■ DESCRIPTION OF THE TASK ■
Below are some records; copy each line in them that contains "return".

■ DATA UNDER STUDY ■
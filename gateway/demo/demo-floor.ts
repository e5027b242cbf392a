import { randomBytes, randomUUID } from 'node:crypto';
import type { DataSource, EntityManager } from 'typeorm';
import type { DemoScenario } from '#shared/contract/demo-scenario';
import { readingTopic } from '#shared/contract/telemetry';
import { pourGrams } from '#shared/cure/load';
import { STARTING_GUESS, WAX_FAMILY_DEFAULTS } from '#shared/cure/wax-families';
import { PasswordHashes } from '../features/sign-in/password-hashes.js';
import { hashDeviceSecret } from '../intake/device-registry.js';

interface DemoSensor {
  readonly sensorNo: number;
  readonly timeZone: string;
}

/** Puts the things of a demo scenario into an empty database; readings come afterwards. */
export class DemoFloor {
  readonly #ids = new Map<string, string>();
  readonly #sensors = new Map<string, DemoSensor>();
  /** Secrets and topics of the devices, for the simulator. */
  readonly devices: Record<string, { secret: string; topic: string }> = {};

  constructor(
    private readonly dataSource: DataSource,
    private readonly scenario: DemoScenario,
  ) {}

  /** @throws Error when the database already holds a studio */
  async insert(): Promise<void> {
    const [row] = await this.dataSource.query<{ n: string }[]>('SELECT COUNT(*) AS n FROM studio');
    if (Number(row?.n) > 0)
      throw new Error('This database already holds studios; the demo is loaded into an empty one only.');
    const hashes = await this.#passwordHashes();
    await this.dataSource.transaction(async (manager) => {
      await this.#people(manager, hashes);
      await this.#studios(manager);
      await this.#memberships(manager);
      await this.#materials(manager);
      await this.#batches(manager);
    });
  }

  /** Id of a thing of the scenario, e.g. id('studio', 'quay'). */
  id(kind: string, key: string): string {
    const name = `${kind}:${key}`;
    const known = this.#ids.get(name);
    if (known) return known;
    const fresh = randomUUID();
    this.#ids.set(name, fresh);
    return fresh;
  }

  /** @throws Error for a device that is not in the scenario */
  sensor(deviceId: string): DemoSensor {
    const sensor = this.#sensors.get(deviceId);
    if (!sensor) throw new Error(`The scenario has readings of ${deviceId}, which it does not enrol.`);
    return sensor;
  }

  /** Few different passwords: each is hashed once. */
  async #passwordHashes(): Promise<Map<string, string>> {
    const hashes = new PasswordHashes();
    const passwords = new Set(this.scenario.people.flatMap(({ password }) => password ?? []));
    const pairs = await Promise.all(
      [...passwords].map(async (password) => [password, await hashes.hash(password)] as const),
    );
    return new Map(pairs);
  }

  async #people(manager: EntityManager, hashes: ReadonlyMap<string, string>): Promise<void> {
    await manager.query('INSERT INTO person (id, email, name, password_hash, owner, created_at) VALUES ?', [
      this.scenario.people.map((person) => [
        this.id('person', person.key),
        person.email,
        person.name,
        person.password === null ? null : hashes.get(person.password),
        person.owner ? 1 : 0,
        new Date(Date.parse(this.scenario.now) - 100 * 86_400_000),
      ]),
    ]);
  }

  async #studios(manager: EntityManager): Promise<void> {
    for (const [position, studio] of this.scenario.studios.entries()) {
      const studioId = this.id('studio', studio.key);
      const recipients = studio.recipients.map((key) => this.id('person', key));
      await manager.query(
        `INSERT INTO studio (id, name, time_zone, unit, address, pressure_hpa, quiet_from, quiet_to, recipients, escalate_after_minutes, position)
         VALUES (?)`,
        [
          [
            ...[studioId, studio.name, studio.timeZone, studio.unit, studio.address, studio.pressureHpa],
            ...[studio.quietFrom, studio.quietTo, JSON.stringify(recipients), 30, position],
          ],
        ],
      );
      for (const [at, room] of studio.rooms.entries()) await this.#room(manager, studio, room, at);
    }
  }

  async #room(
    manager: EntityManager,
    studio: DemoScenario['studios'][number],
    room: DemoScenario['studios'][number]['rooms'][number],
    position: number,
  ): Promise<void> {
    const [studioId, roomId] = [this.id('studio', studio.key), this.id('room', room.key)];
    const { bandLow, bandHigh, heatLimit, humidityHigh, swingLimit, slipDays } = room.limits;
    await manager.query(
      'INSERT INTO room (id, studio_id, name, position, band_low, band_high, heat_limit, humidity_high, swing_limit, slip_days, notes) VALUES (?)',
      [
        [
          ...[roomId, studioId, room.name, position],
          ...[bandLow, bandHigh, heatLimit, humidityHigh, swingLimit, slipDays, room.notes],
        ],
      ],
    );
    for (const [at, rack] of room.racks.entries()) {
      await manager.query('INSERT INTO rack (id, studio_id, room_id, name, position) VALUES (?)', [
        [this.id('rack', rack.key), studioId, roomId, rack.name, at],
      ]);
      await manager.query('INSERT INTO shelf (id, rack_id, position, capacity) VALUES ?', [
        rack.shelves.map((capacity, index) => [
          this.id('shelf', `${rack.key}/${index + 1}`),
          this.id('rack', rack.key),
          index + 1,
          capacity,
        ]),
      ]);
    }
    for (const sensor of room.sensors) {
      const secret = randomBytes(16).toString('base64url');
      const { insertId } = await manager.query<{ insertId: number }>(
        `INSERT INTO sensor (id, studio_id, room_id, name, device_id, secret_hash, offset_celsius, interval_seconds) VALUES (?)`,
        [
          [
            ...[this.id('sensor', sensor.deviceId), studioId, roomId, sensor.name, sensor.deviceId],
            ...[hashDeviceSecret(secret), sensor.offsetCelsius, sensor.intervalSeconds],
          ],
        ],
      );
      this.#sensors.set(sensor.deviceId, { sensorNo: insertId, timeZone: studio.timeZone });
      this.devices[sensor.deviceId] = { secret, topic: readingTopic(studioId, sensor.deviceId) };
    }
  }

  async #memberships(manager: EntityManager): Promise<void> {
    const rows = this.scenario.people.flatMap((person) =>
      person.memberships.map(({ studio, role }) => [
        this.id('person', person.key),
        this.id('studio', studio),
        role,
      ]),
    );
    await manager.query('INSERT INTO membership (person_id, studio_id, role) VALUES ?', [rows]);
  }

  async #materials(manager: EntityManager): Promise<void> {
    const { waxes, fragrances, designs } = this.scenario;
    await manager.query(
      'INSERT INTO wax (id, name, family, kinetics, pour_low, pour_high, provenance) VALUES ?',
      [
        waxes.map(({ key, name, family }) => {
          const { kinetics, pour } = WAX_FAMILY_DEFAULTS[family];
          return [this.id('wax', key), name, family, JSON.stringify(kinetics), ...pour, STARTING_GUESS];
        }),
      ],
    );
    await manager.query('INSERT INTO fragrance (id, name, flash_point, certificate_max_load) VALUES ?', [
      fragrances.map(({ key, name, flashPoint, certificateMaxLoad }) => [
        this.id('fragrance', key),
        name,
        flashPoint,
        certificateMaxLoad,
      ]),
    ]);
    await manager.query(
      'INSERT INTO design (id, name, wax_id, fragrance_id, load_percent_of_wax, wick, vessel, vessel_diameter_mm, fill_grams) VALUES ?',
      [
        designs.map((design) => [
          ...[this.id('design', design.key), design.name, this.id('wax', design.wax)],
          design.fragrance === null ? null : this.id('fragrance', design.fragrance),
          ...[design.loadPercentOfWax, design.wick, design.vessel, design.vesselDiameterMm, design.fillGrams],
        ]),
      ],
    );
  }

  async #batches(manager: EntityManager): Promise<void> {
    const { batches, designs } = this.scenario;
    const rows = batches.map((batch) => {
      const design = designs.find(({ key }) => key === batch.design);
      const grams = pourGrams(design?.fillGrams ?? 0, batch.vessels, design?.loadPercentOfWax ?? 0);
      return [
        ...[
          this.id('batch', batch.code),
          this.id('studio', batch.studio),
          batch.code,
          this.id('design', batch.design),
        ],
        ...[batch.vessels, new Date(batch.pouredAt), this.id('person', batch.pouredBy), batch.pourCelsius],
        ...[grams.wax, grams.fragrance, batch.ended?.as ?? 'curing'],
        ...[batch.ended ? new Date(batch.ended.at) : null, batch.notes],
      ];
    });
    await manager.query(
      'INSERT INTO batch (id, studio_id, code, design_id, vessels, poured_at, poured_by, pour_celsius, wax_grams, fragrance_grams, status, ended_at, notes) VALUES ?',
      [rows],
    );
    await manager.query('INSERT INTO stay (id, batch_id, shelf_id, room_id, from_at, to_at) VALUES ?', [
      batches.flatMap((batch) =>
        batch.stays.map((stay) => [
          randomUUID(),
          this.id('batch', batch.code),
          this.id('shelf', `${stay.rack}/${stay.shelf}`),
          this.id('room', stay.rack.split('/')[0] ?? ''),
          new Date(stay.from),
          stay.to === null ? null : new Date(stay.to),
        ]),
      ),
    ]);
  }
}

■ RESPONSE ■
    if (known) return known;
    return fresh;
    return sensor;
    return new Map(pairs);
          return [this.id('wax', key), name, family, JSON.stringify(kinetics), ...pour, STARTING_GUESS];
      return [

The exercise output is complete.